# General Discussion > Opinions >  which country u like most?!

## mieboy

We wanna know wich country u went to and u just loved it?!And wich country u visited and u didnt like it so much?
I traveled to Bali and I had lot a fun there!! People are friendly and the nature...WOW!!! But the best are the Clubs...There are people from all over the world...And its just exotic...Dancing,sea,moonlight...
I liked South Korea, But other day I took a cab and I started talking to the driver in english saying that i wanted to go the Hotel He looked at me and he said he wouldnt understand what u
I was saying.He also said, Get out and take another cab...
But Korea its a nice country...
What about u guys?!!

----------


## mad pierrot

I love that place, even though its just a whole lot of nothing surrounding a dilapidated soviet city. Bad food, intense weather, strong vodka, and crazy people. 

Two Thumbs up!!!!!

----------


## jovial_jon

i love Greece...its so ultra relaxed (especially Poros in Kefalonia), and the people are too friendly! but im not a fan of the food...Spain was also a nice place to visit...but i prefer greece

----------


## Porl

I really really liked Austria..Salzburg to be precise. The people there were very friendly and helpful. Especially when you have to run to get the last train to Mnich airport with 2 big ass suitcases. I doubt they would hold a train over here if they saw you struggling to run for the train like that.

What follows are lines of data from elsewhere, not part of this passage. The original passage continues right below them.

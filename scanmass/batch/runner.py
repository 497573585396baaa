"""Batch measuring of scan folders: resumable, parallel, on one machine or a Dask cluster.

:func:`run_batch` finds the images under one or more folders (:mod:`.discover`),
measures each with :func:`scanmass.measure` in worker processes (:mod:`.backends`) and
records every outcome in an embedded SQLite database in the output folder
(:mod:`.store`), one transaction per finished file. Running the same batch again skips
the files already done (same content, same settings), so a run stopped at any moment --
Ctrl-C, ``kill -9``, a power cut after the last commit -- loses at most the files that
were being measured. :mod:`.export` reads a finished batch back.

Settings
--------
The measuring options (the fields of :class:`scanmass.options.MeasureOptions`) come from
the call and may be overridden per folder by a TOML file named ``scanmass.toml`` whose
keys are those fields, e.g. ``dpi = 600`` and ``min_area_mm2 = 5``. Files deeper in the
tree override shallower ones, from the folder given to the batch down to the image's own
folder. ``materials_file`` is read relative to the TOML file's folder. The settings hash
(:func:`scanmass.batch.settings.settings_hash`) covers the effective options, the
scanmass version and the files the options name: a new version of scanmass, or any
changed option or named file, re-measures the files.

Files are identified by their absolute path; the records of files that have since been
moved or deleted stay in the database and the CSVs. The content hash is the SHA-256 of the
file's bytes, read in 1 MiB chunks; a file whose size and modification time (ns) match
the database is not read again (``rehash=True`` forces it).
"""

from __future__ import annotations

import contextlib
import json
import math
import os
import sqlite3
import threading
import time
from collections.abc import Callable, Mapping, Sequence
from dataclasses import dataclass, field
from pathlib import Path
from typing import Any

from scanmass.batch.backends import Backend, make_backend_factory, measure_task, one_line
from scanmass.batch.discover import IMAGE_SUFFIXES, content_hash, find_images, is_image
from scanmass.batch.export import export_batch, iter_export, summary_rows
from scanmass.batch.settings import (
    SETTINGS_FILE,
    canonical,
    folder_settings,
    is_number,
    measure_option_names,
    normalise_settings,
    option_defaults,
    settings_hash,
    validate_settings,
)
from scanmass.batch.store import DB_NAME, DISCOVERY, Job, Record, Store
from scanmass.errors import OptionError, OutputError, escape_text
from scanmass.options import MeasureOptions, check_option_names

__all__ = [
    "BatchProgress",
    "BatchSummary",
    "run_batch",
    # re-exported from the batch's other modules, where they live
    "IMAGE_SUFFIXES",
    "SETTINGS_FILE",
    "DB_NAME",
    "export_batch",
    "iter_export",
    "summary_rows",
    "find_images",
    "folder_settings",
    "measure_option_names",
    "settings_hash",
    "content_hash",
    "measure_task",
]


@dataclass
class BatchProgress:
    """What a running batch reports to its ``progress`` callback.

    ``event`` is ``"cycle"`` (files found; ``total`` grew), ``"file"`` (one file
    finished: ``path``, ``status`` ``ok``/``failed``/``duplicate``/``unchanged``,
    ``error``), ``"finishing"`` (interrupted; waiting for the files in flight),
    ``"idle"`` (watch mode waits for new files) or ``"done"``. Counts are for the whole
    run; ``processed`` of ``total`` are the files that needed a look this run (the
    files skipped unread are in ``unchanged`` and ``failed_earlier`` only).
    """

    event: str
    cycle: int
    total: int
    processed: int
    measured: int
    failed: int
    duplicates: int
    unchanged: int
    failed_earlier: int
    in_flight: int
    elapsed_s: float
    path: str | None = None
    status: str | None = None
    error: str | None = None


@dataclass
class BatchSummary:
    """The outcome of :func:`run_batch`.

    ``measured``, ``failed`` and ``duplicates`` count the files handled in this run;
    ``unchanged`` the files skipped because they were done before with the same content
    and settings; ``failed_earlier`` those skipped because they failed before (pass
    ``retry_failed=True`` to try them again); ``vanished`` those deleted while the
    batch ran (found, then gone before they could be read). ``failures`` lists every
    file found in this run whose record is a failure, old or new, and everything in the
    folders that could not be looked at (an unreadable folder, a symbolic link loop, a
    dangling link, a FIFO or device named like an image), each with its reason. ``worker_max_rss_kb`` holds the peak
    resident memory of each worker (host:pid) and ``worker_cpu_seconds`` the CPU time the
    workers spent measuring.
    """

    out_dir: Path
    db_path: Path
    reports: list[Path]
    run_id: int
    backend: str
    found: int
    measured: int
    failed: int
    duplicates: int
    unchanged: int
    failed_earlier: int
    cycles: int
    seconds: float
    interrupted: bool
    failures: list[tuple[str, str]] = field(default_factory=list)
    worker_max_rss_kb: dict[str, int] = field(default_factory=dict)
    worker_cpu_seconds: float = 0.0
    vanished: int = 0

    @property
    def ok(self) -> bool:
        """True when no file found in this run is recorded as failed."""
        return not self.failures

    @property
    def files_per_second(self) -> float | None:
        """Files measured (ok or failed) per second of wall time."""
        n = self.measured + self.failed
        return n / self.seconds if n and self.seconds > 0 else None

    @property
    def peak_worker_rss_mb(self) -> float | None:
        """The largest peak resident memory of any worker, MiB (None when none ran)."""
        return max(self.worker_max_rss_kb.values()) / 1024 if self.worker_max_rss_kb else None


class _Interrupt(Exception):
    """The stop event was set."""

also the open air Pearl Jam concert was a high point. ;)

other than that I've like france when i went a couple of times with my family... and skating over in Florida a couple of years ago.

Porl''

----------


## kirei_na_me

> _Originally posted by mad pierrot_ 
> *I love that place, even though its just a whole lot of nothing surrounding a dilapidated soviet city. Bad food, intense weather, strong vodka, and crazy people. 
> 
> Two Thumbs up!!!!!*


I would absolutely love to go to Mongolia. It has always fascinated me. Much more than any other Asian country.

----------


## mad pierrot

@ Kirename

Mongolia's great, if you ever go, be sure to visit the ruined temples in the countryside. I know some people who are restoring one right in Chingghis Khan's home area. 

www.crtp.net

The guy who runs the project, Mark, is from Milwaukee. 
GO MIDWEST!!
 :Poh:

----------


## lineartube

My own.  :Laughing: 

I like to travel and I enjoyed every country I've been to and through, but at the end of the day, it's the Portuguese food I miss the most. :)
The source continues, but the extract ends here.